Through her father, Al Simms, general manager of American International Records, the record-label division of film production company American International Pictures, Simms became affiliated with the beach party film craze of the mid-1960s. She was commissioned to record several tunes intended for soundtracks of "beach party" features for American International Pictures, but her tracks were often re-recorded by the stars of the films. Some of the music she recorded was ultimately released on 45s by Vee-Jay Records and Wand Records, and appeared on some of the films' soundtrack LPs.
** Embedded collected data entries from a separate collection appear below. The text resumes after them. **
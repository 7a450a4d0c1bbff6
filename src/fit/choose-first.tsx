import { useQuery, useSuspenseQuery } from '@tanstack/react-query';
import { Link, useSearchParams } from 'react-router-dom';
import { measurementSetQuery, peopleQuery, personQuery } from '../people/queries.ts';
import { patternQuery, patternsQuery, revisionQuery } from '../patterns/queries.ts';
import { paths } from '../paths.ts';
import { printDay } from '../ui/day.ts';
import { ButtonLink, TextLink } from '../ui/link.tsx';
import { PageHeading, SectionHeading } from '../ui/page-heading.tsx';
import { Setting, WithComma } from './parts/setting.tsx';
import { MeasuredWord, PatternWord, PersonWord } from './setting-choosers.tsx';

interface ChooseFirstProps {
  setId: string | null;
  revisionId: string | null;
}

/** The sentence with its blanks: until both are chosen there is nothing to answer. */
export function ChooseFirst({ setId, revisionId }: ChooseFirstProps) {
  const { data: set } = useQuery({ ...measurementSetQuery(setId ?? ''), enabled: setId !== null });
  const { data: person } = useQuery({ ...personQuery(set?.personId ?? ''), enabled: set !== undefined });
  const { data: revision } = useQuery({ ...revisionQuery(revisionId ?? ''), enabled: revisionId !== null });
  const { data: pattern } = useQuery({
    ...patternQuery(revision?.patternId ?? ''),
    enabled: revision !== undefined,
  });
  return (
    <>
      <PageHeading title="A new plan" />
      <div className="mt-5">
        <Setting>
          A plan for{' '}
          <WithComma>
            <PersonWord person={person ?? null} />
          </WithComma>{' '}
          {set && (
            <>
              measured{' '}
              <WithComma>
                <MeasuredWord set={set} />
              </WithComma>{' '}
            </>
          )}
          in {pattern ? 'the ' : ''}
          <PatternWord pattern={pattern ?? null} />
        </Setting>
      </div>
      <div className="mt-9 grid gap-x-14 gap-y-10 md:grid-cols-2">
        {setId === null && <Who />}
        {revisionId === null && <WhichPattern />}
      </div>
    </>
  );
}

const ROW = 'flex min-h-13 flex-wrap items-center justify-between gap-x-6 border-b border-rule py-1.5';
const NAME =
  'inline-flex min-h-11 items-center font-semibold decoration-1 underline-offset-4 hover:text-woad hover:underline';

function Who() {
  const { data: people } = useSuspenseQuery(peopleQuery());
  const [search] = useSearchParams();
  return (
    <section>
      <SectionHeading>Who is it for?</SectionHeading>
      <ul className="mt-3 border-t border-rule">
        {people.items.map((person) => (
          <li key={person.id} className={ROW}>
            {person.latestSetId === null ? (
              <>
                <span className="font-semibold text-ink-2">{person.name}</span>
                <ButtonLink kind="quiet" to={paths.measure(person.id)} aria-label={`Measure ${person.name}`}>
                  Measure first
                </ButtonLink>
              </>
            ) : (
              <>
                <Link to={withParam(search, 'set', person.latestSetId)} className={NAME}>
                  {person.name}
                </Link>
                {person.latestTakenOn !== null && (
                  <span className="text-note text-ink-2">measured {printDay(person.latestTakenOn)}</span>
                )}
              </>
            )}
          </li>
        ))}
      </ul>
      <p className="mt-4 text-note text-ink-2">
        Somebody else? <TextLink to={paths.newPerson}>Add a person</TextLink>
      </p>
    </section>
  );
}

function WhichPattern() {
  const { data: patterns } = useSuspenseQuery(patternsQuery());
  const [search] = useSearchParams();
  return (
    <section>
      <SectionHeading>In which pattern?</SectionHeading>
      <ul className="mt-3 border-t border-rule">
        {patterns.items.map((pattern) => (
          <li key={pattern.id} className={ROW}>
            <Link to={withParam(search, 'revision', pattern.latestRevisionId)} className={NAME}>
              {pattern.title}
            </Link>
            <span className="text-note text-ink-2">
              {pattern.structure === 'knit' ? 'for a knit: not reckoned yet' : pattern.maker}
            </span>
          </li>
        ))}
      </ul>
      <p className="mt-4 text-note text-ink-2">
        Another one? <TextLink to={paths.newImport}>Bring its tables</TextLink>
      </p>
    </section>
  );
}

function withParam(search: URLSearchParams, name: string, value: string): string {
  const next = new URLSearchParams(search);
  next.set(name, value);
  return `${paths.fit}?${next.toString()}`;
}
In the 1970s, she worked as assistant to songwriter and record producer Bob Crewe at Far Out Productions, contributing backing vocals to a handful of folk and disco music concept albums.

== Personal life and death ==
Simms was first married to music publisher and record label executive Loring Buzzell, co-founder of Hecht-Lancaster & Buzzell Music and Calyork Music, and was a close personal friend of Merv Griffin, The McGuire Sisters and Jaye P. Morgan. The wedding of Simms and Buzzell took place in New York City in 1954, with two thousand people present, including celebrities. She was widowed on October 20, 1959, when he had a heart attack, aged 32. The couple had two daughters, Cindy and Lauren Beth, the latter being born in January 1960, after her father's death. In January 1985, Lauren died suddenly at the age of just 24.

In 1961, Simms married childhood sweetheart Casper Stolt and moved to Los Angeles, California, but the relationship ended in a divorce before the end of the decade.

Simms died of cancer in Hollywood, California, on September 21, 2003, aged 71.